Importantly, the current study showed that the CARG risk score was associated more strongly with the incidence of severe non-hematologic toxicity than that of severe hematologic toxicity. In other previous studies using the CARG predictive tool, few data have been published on whether there was an association between hematologic toxicity and CARG risk score [20,21,22,23,24,25,26,27,28]. Ortland et al. also reported no association between the CARG risk score and hematologic toxicity [23]. However, we should note that in their study, approximately 40% of the patients had hematologic malignancies, which is a different patient population and treatment modality. Among the study population, a standard anticancer drug dosage rate of approximately 70%, monotherapy rate of approximately 50%, and G-CSF usage rate of approximately 15% were discovered, which might explain the observed reduced incidence of severe hematologic toxicity. In addition, our study evaluated CRAE only in the first cycle and not cumulative myelosuppression. Therefore, severe hematologic toxicity might have been underestimated and was not associated with the CARG risk score.

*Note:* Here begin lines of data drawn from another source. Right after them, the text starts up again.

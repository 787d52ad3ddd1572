"""Gauge faces and setting tags from the found test states."""

from __future__ import annotations

from sheets.machine.parts import DialGauge
from sheets.pages.compose.matter import Matter
from sheets.pages.document import GaugeFace, Section, SettingTag, SheetKind, TagSheet
from sheets.procedure.answers import TestState
from sheets.procedure.gauges import GaugeChoice


def face(matter: Matter, state: TestState) -> GaugeFace:
    """The gauge of an adjuster as the technician sees it, in the machine's first unit of pressure."""
    choice, figures = state.gauge, matter.figures
    gauge = matter.machine.gauges[choice.gauge]
    low, high = choice.window.low_bar, choice.window.high_bar
    return GaugeFace(
        gauge=choice.gauge,
        caption=matter.text("face_caption", gauge=choice.gauge, test_point=test_point(matter, choice)),
        unit=figures.pressure_unit,
        digital=not isinstance(gauge, DialGauge),
        scale_end=figures.in_unit(gauge.range_bar),
        graduation=figures.in_unit(choice.graduation_bar),
        target=float(matter.speaker.target_digits(state.adjuster)),
        window=(float(digits(matter, choice, low)), float(digits(matter, choice, high))),
        never_exceed=float(digits(matter, choice, choice.never_exceed_bar)),
        target_text=matter.speaker.target_digits(state.adjuster),
        window_text=window_text(matter, choice),
        never_exceed_text=digits(matter, choice, choice.never_exceed_bar),
        second_unit_text=second_text(matter, choice),
    )


def digits(matter: Matter, choice: GaugeChoice, value_bar: float) -> str:
    """A reading on that gauge, without unit."""
    return matter.figures.digits(value_bar, choice.graduation_bar)


def window_text(matter: Matter, choice: GaugeChoice) -> str:
    """Accepted readings, without unit."""
    low = digits(matter, choice, choice.window.low_bar)
    high = digits(matter, choice, choice.window.high_bar)
    return f"{low} to {high}"


def second_text(matter: Matter, choice: GaugeChoice) -> str:
    """Target and window in the second unit; empty where there is none."""
    target = matter.figures.second(choice.target_bar)
    if not target:
        return ""
    window = matter.figures.second_inside(choice.window.low_bar, choice.window.high_bar)
    return matter.text("second_unit", target=target, window=window)


def test_point(matter: Matter, choice: GaugeChoice) -> str:
    """Where the gauge really is: two gauges never share a test point."""
    return next(
        (
            step.reading.test_point
            for stage in matter.procedure.stages
            for step in stage.steps
            if step.reading is not None and step.reading.gauge == choice.gauge
        ),
        choice.test_point,
    )


def tags(matter: Matter) -> Section:
    """One tag for each adjuster that this machine can be set by."""
    found = matter.procedure.search.found()
    return Section(
        kind=SheetKind.TAGS,
        bookmark=matter.text("tags_title"),
        title=matter.text("tags_title"),
        subject=matter.machine.tag,
        lines=(matter.text("tags_line"),),
        banner=None,
        blocks=(TagSheet(tags=tuple(_tag(matter, found[id_]) for id_ in matter.procedure.order.sequence)),),
    )


def _tag(matter: Matter, state: TestState) -> SettingTag:
    machine, figures, choice = matter.machine, matter.figures, state.gauge
    return SettingTag(
        id=state.adjuster,
        adjuster=matter.speaker.screws[state.adjuster].part,
        kind=matter.speaker.tag_kind(state.adjuster),
        face=face(matter, state),
        value=f"{matter.speaker.target_digits(state.adjuster)} {figures.pressure_unit}",
        window=window_text(matter, choice),
        second_unit=figures.second(choice.target_bar),
        basis=_basis(matter, state),
        as_left=matter.text("tag_unset"),
        next_check=matter.text("tag_next"),
        footer=matter.text("tag_footer", tag=machine.tag, document=machine.document),
    )


def _basis(matter: Matter, state: TestState) -> tuple[str, ...]:
    figures, speaker = matter.figures, matter.speaker
    screw = speaker.screws[state.adjuster].adjuster
    low, high = speaker.oil_window()
    at = (
        matter.text("tag_flow", flow=figures.flow(state.flow_lpm))
        if state.flow_lpm > 0.0
        else matter.text("tag_deadhead")
    )
    lines = [matter.text("tag_basis", at=at, low=low.removesuffix(" °C"), high=high)]
    below = _next_below(matter, state)
    if below is not None:
        difference = figures.pressure(state.gauge.target_bar - below.gauge.target_bar)
        lines.append(matter.text("tag_above", difference=difference, other=speaker.adjuster(below.adjuster)))
    if screw.seal:
        lines.append(matter.text("tag_seal", seal=screw.seal))
    direction = matter.text("tag_direction", raises=screw.raises)
    lines.append(f"{direction} · {matter.text('tag_force')}")
    return tuple(lines)


def _next_below(matter: Matter, state: TestState) -> TestState | None:
    """The adjuster on the same line with the next lower target that this one is set above."""
    place = {site.id: site.controlled_node for site in matter.circuit.adjusters}
    lower = [
        other
        for other in matter.procedure.search.found().values()
        if place[other.adjuster] == place[state.adjuster] and other.adjuster in state.raised
    ]
    return max(lower, key=lambda other: other.gauge.target_bar, default=None)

This study has some limitations. First, it is a retrospective study with a relatively small sample size. Therefore, it is not possible to compare the usefulness of the CARG predictive tool with other tools, such as the CRASH score, if the questionnaire does not include the numerous items required for the Mini Mental State Examination or the Mini Nutritional Assessment. A multicenter prospective study is needed to validate the usefulness of the CARG predictive tool. Second, accumulative and delayed toxicity was insufficiently evaluated. Therefore, a longer observation period is needed for dose-dependent and delayed toxicity. Third, it is currently unknown whether new molecular targeted drugs or immune checkpoint inhibitors can predict toxicity. Therefore, it is necessary to accumulate data from elderly cancer patients receiving new molecular targeted drugs and immune checkpoint inhibitors to validate the usefulness of the CARG predictive tool. Lastly, an insight into the extent to which anticancer drug doses should be reduced in groups classified as high risk by the CARG predictive tool remains undetermined. Different cancer types require different methods of reducing the anticancer drug dose. For example, whether to use multidrug therapy or monotherapy of anticancer drugs or molecular targeted drugs for older patients with colorectal cancer remains controversial [41,42]. Nonetheless, the GAP70+ trial reported that anticancer drug reduction based on geriatric assessment for older patients with cancer mitigated CRAEs and did not significantly decrease survival [43]; thus, it might be helpful to use the geriatric assessment tool. Specifically, in the current study, this tool predicted the toxicity of the first treatment cycle; thus, it can be used as an indicator to reduce the dose of anticancer drugs before starting the treatment.

5. Conclusions

The CARG predictive tool appears to be valid in older Japanese patients with cancer. In particular, this tool may facilitate the prediction of non-hematological toxicity. If the tool predicts a high incidence of severe CRAEs, reducing the dosage of anticancer drugs in older patients with cancer might be necessary.